History

Netherlands
- Name: D 1
- Builder: Rijkswerf Willemsoord, Den Helder
- Laid down: 18 mei 1938
- Launched: 6 December 1938
- Commissioned: 10 May 1939
- Decommissioned: 26 September 1989
- Renamed: HNLMS MOD 4 (1946–1964); HNLMS Argus (1964–1989);
- Fate: Sold to private buyer in 1989

General characteristics
- Type: Diving support vessel
- Displacement: 44.5 t (43.8 long tons) standard
- Length: 23 m (75 ft 6 in)
- Beam: 4.7 m (15 ft 5 in)
- Draught: 1.1 m (3 ft 7 in)
- Installed power: 144 hp (107 kW)
- Propulsion: 2 × Kromhout diesel engines
- Speed: 8 knots (15 km/h; 9.2 mph)
- Complement: 8

= HNLMS D 1 =

World War II Dutch support vessel

HNLMS D 1 was a Royal Netherlands Navy diving support vessel.

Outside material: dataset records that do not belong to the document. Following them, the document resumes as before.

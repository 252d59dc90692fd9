#include "app/report/report_document.h"

#include "core/agreement/agreement_report.h"

#include <QCoreApplication>
#include <QHash>
#include <QJsonArray>
#include <QJsonDocument>
#include <QJsonObject>

#include <algorithm>
#include <cmath>

namespace fourfold {

namespace {

// The sentences of this file, under a context that lupdate collects.
struct ReportDocumentText {
    Q_DECLARE_TR_FUNCTIONS(ReportDocumentText)
};

QString esc(const QString &s)
{
    return s.toHtmlEscaped();
}

// The four functions' colours (Okabe & Ito's colour-blind-safe palette, as in the desktop's
// function_style), and a neutral for the set-valued variable.
QColor functionColour(const QString &analysisId)
{
    if (analysisId == QLatin1String("function-problem"))
        return QColor(0xD5, 0x5E, 0x00);
    if (analysisId == QLatin1String("function-cause"))
        return QColor(0x00, 0x72, 0xB2);
    if (analysisId == QLatin1String("function-evaluation"))
        return QColor(0xCC, 0x79, 0xA7);
    if (analysisId == QLatin1String("function-remedy"))
        return QColor(0x00, 0x9E, 0x73);
    return QColor(0x55, 0x5B, 0x66);
}

std::optional<double> number(const QJsonValue &v)
{
    return v.isDouble() ? std::optional<double>(v.toDouble()) : std::nullopt;
}

const char *kCss = R"css(
:root { --ink:#22262e; --muted:#6b707a; --rule:#d8dade; --paper:#fbfaf7; --accent:#1d3f6e;
        --fill:#fff3c4; }
* { box-sizing: border-box; }
body { margin:0; background:var(--paper); color:var(--ink);
       font: 15px/1.5 "DejaVu Sans", "Helvetica Neue", Arial, sans-serif; }
main { max-width: 980px; margin: 0 auto; padding: 28px 32px 60px; }
header.masthead { border-bottom: 3px solid var(--accent); padding-bottom: 14px; margin-bottom: 22px; }
header.masthead .kicker { text-transform: uppercase; letter-spacing: .12em; font-size: 12px;
       color: var(--accent); font-weight: bold; }
h1 { font-size: 28px; margin: 4px 0 6px; }
h2 { font-size: 19px; margin: 34px 0 10px; color: var(--accent);
     border-bottom: 1px solid var(--rule); padding-bottom: 4px; }
h3 { font-size: 15px; margin: 20px 0 6px; }
.meta { color: var(--muted); font-size: 13px; margin: 0; }
.method { background: #fff; border: 1px solid var(--rule); border-left: 5px solid var(--accent);
          padding: 6px 22px; font-family: "DejaVu Serif", Georgia, serif; font-size: 15.5px;
          line-height: 1.65; }
.fill { background: var(--fill); padding: 0 3px; border-radius: 3px; font-style: italic; }
.note { color: var(--muted); font-size: 13px; }
table { border-collapse: collapse; width: 100%; margin: 8px 0 6px; font-size: 13.5px;
        background: #fff; }
th, td { padding: 5px 8px; border-bottom: 1px solid var(--rule); text-align: left;
         vertical-align: top; }
th { background: #eef1f5; font-weight: bold; }
td.num, th.num { text-align: right; font-variant-numeric: tabular-nums; white-space: nowrap; }
.chip { display: inline-block; width: 11px; height: 11px; border-radius: 2px; margin-right: 6px;
        vertical-align: baseline; }
.ok { color: #1e6b3a; font-weight: bold; } .tentative { color: #8a5a00; font-weight: bold; }
.low { color: #a13a1c; font-weight: bold; } .todo { color: #8a5a00; }
figure { margin: 12px 0 4px; background: #fff; border: 1px solid var(--rule); padding: 12px; }
figure svg { max-width: 100%; height: auto; display: block; }
figcaption { color: var(--muted); font-size: 13px; margin-top: 6px; }
code, pre { font-family: "DejaVu Sans Mono", monospace; font-size: 12.5px; }
pre { background: #fff; border: 1px solid var(--rule); padding: 10px; overflow-x: auto; }
ol.refs li { margin-bottom: 4px; }
@media print { body { background: #fff; } main { padding: 0; } h2 { break-after: avoid; } }
)css";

She was constructed at the Rijkswerf Willemsoord in Den Helder and served in World War II. D 1 was an acronym for Duikvaartuig 1, Dutch for Diving vessel 1.

==Service history==
D 1 was captured by the Germans on 14 May 1940 following the invasion of the Netherlands. She was rediscovered in 1946 and returned to the Royal Netherlands Navy where she was recommissioned as HNLMS MOD 4 from 1946 to 1964 and HNLMS Argus from 1964 to 1989. In 1989 she was sold to a private buyer with the intent of using her as a yacht.